Hundreds of temporary Delphi Corp. factory workers who had hoped to be made permanent hires next month must wait until at least Dec. 31 to learn their fates.
Meanwhile, a showdown in U.S. Bankruptcy Court between Delphi and the UAW to terminate union contracts was postponed again last week.
UAW Local 699, which represents workers at Delphi's Saginaw Steering plant in Michigan, notified temporary employees of the change in their status in a bulletin last week.
The union local said negotiations are continuing to determine how many workers Delphi needs to replace workers taking early retirement.
"While this agreement between the national parties means your transition to permanent status is delayed, it does not mean you will not be made permanent employees," the bulletin said. It was signed by local Chairman Tom Basner and President Mike Hanley.

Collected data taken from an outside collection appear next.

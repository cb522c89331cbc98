"""Project exceptions and warnings.

One root, :class:`SpaceframeError`; each leaf also inherits the builtin that
callers would naturally catch (``ValueError`` for bad input, ``LinAlgError``
for a frame that cannot carry load, ``OSError`` for files).
"""

from __future__ import annotations

import numpy as np

__all__ = [
    "MESSAGE_LIMIT",
    "MechanismError",
    "ModelError",
    "ProjectError",
    "ReadError",
    "SolverError",
    "SpaceframeError",
    "SpaceframeWarning",
    "WriteError",
    "one_line",
]

#: Longest message, in characters, that an error or warning shows; longer
#: ones keep their beginning and end.  A message is read on one terminal
#: line or a few; a reader that quotes a whole damaged file (one "line" of a
#: binary file can be 100,000 characters) must not flood the screen.
MESSAGE_LIMIT = 600

# Control characters (line breaks, tabs, escape sequences, C1 controls) are
# shown escaped, so that a message is one line and a damaged file cannot
# drive the terminal.
_ESCAPES = {c: f"\\x{c:02x}" for c in (*range(0x20), 0x7F, *range(0x80, 0xA0))}
_ESCAPES.update({ord("\n"): "\\n", ord("\r"): "\\r", ord("\t"): "\\t"})


def one_line(text: object, limit: int = MESSAGE_LIMIT) -> str:
    """``text`` as one line of at most about ``limit`` characters.

    Surrounding white space is dropped, line breaks and other control
    characters inside are shown escaped (``\\n``, ``\\x1b``), and a text
    longer than ``limit`` keeps its first and last parts with the number of
    characters left out between them.

    Examples
    --------
    >>> one_line('Invalid group code "$DIMGAP\\n"\\n')
    'Invalid group code "$DIMGAP\\\\n"'
    >>> len(one_line("x" * 100_000)) <= MESSAGE_LIMIT
    True
    """
    flat = str(text).strip().translate(_ESCAPES)
    if len(flat) <= limit:
        return flat
    tail = limit // 4
    frame = " ...[ characters left out]... "
    head = max(limit - tail - len(frame) - len(str(len(flat))), 0)
    cut = f" ...[{len(flat) - head - tail} characters left out]... "
    return flat[:head] + cut + flat[len(flat) - tail :]


class SpaceframeError(Exception):
    """Root of every exception raised on purpose by spaceframe.

    Its text is always one line of at most :data:`MESSAGE_LIMIT` characters
    (see :func:`one_line`), whatever library text it quotes.
    """

    def __str__(self) -> str:
        return one_line(super().__str__())


class ModelError(SpaceframeError, ValueError):
    """Bad input to the model: the message names the entity, index and value."""


class ReadError(SpaceframeError, OSError):
    """A file could not be read into a model: the message names the file."""

    def __init__(self, message: str) -> None:
        # OSError's constructor interprets a second positional argument as
        # errno; keep the plain one-argument form so str(err) is the message.
        super().__init__(message)

    def __str__(self) -> str:
        return one_line(self.args[0]) if self.args else ""


class WriteError(SpaceframeError, OSError):
    """An output file could not be written: the message names the file."""

    def __init__(self, message: str) -> None:
        super().__init__(message)  # one argument: see ReadError

    def __str__(self) -> str:
        return one_line(self.args[0]) if self.args else ""


class MechanismError(SpaceframeError, np.linalg.LinAlgError):
    """The frame cannot carry the load: a mechanism or rigid-body motion.

    Attributes
    ----------
    nodes : (k,) int
        Node ids involved in the mechanism (may be empty when unknown).
    directions : (k,) str
        For each node, the unrestrained direction ("x", "y", "z" or a
        description of a direction vector).
    """

    def __init__(
        self,
        message: str,
        nodes: np.ndarray | None = None,
        directions: list[str] | None = None,
    ) -> None:
        super().__init__(message)
        self.nodes = np.asarray(nodes if nodes is not None else [], dtype=np.int64)
        self.directions = list(directions or [])


class SolverError(SpaceframeError, RuntimeError):
    """A linear solver failed or returned an answer that did not check out."""


class ProjectError(SpaceframeError, ValueError):
    """Bad model file: the message names the file, the key path and the value."""


class SpaceframeWarning(UserWarning):
    """Warnings issued by spaceframe (e.g. a model in several parts).

    Like the errors, its text is one line of limited length.
    """

    def __str__(self) -> str:
        return one_line(super().__str__())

Delphi has hired thousands of temporary workers since May to keep its 29 U.S. plants operating. General Motors is financing early retirements and buyouts of Delphi's 33,000-person union work force. Delphi was spun off by GM in 1999.
The IUE-CWA electrical union announced last week that 6,300 of its 8,500 Delphi members had taken a buyout or retired. They join 13,000 UAW Delphi workers who have done the same.
Temporary workers at Delphi earn $14 an hour with no benefits. Permanent employees start at Delphi at the same wage but get health insurance and other benefits. Senior workers at Delphi earn about $28 an hour, with the industry's best benefits.
Delphi spokesman Lindsey Williams says the company is negotiating with the UAW to determine the status of temporary workers based on its future manufacturing needs.
Only national agreements, not local hiring promises, will be enforced, Williams says.
The early retirements and buyouts continue to relieve pressure for a strike at Delphi.
The Troy, Mich., company is restructuring its U.S. operations under Chapter 11 bankruptcy protection.
Delphi is asking the U.S. Bankruptcy Court in New York to end its labor agreements with about 33,000 union workers.
Those workers earn about twice as much as what Delphi's U.S. competitors pay comparable employees, the company says.
Last week, a hearing on the petition was delayed until Sept. 18 as Delphi, GM and the unions try to negotiate new agreements. The UAW and IUE-CWA have vowed to strike Delphi if the court terminates the contracts.
Strike would shut down GM
A strike at Delphi, which supplies GM with about $14 billion a year in parts, would quickly shut down the automaker.
But the impetus for a strike is evaporating. Only about 9,000 union employees who worked at Delphi before the supplier filed for Chapter 11 protection Oct. 8 will remain at the company a year from now.
That is about the number Delphi will need in the eight plants it intends to keep open in the United States as part of its plan to emerge from bankruptcy next year.